Les Yorubas ne se conjuguent pas qu’au pluriel. Avant d’être un peuple, « le yoruba est d’abord une langue, très belle et poétique», nous a tranquillement confié Keziah Jones. S’il est un célèbre chanteur, Olufemi Sanyolu de son vrai nom, né à Lagos est l’un des 25,5 millions de Yorubas que compte le Nigéria. Mais lorsqu’il s’agit de parler du berceau de son peuple, ce n’est plus la tumultueuse capitale qui est évoquée. Pour les Yorubas, Ife est une ville sainte, située au sud-ouest du Nigéria. Plus qu’un centre urbain, l’ethnie y situe le lieu de naissance du monde. Dans ce jardin d’Éden africain, sous la tutelle d’Olodumare, dieu parmi les dieux, deux créatures auraient créé les humains. Obatala, secondé par son frère Oduduwa serait à l’origine du monde. Le roi d’Ife, le Ooni, descendrait directement de la divinité suprême pour exercer son pouvoir. Les frères sont à l’origine d’une dynastie, qui donne naissance au peuple yoruba et aux rois et reines de villes nigérianes.
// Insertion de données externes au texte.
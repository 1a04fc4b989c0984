package config_test

import (
	"strings"
	"testing"

	"lidscope/cf"
	"lidscope/config"
)

// head is a valid dataset; every case below appends to it, so its lines
// start at line 7.
const head = `datasets:
  base:
    files:
      sst: sst.nc
      air_temperature: ta.nc
      low_cloud: cll.nc
`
Ainsi, le royaume d’Oyo a été fondé par Shango. Des provinces administrées par un oba-percepteur des impôts, un art florissant, des : un vaste empire émerge. Oyo s’impose comme un centre culturel, économique essentiel en Afrique jusqu’au XVIIIème siècle. Une situation idyllique à laquelle les colons européens vont mettre un terme. Ils sèment la zizanie entre les oba, appliquant le principe du diviser pour mieux régner jusqu’au chef suprême, l’alafin. Chacune des provinces prendra son indépendance précipitant le déclin de l’empire, au bénéfice du Dahomey voisin (actuel Bénin).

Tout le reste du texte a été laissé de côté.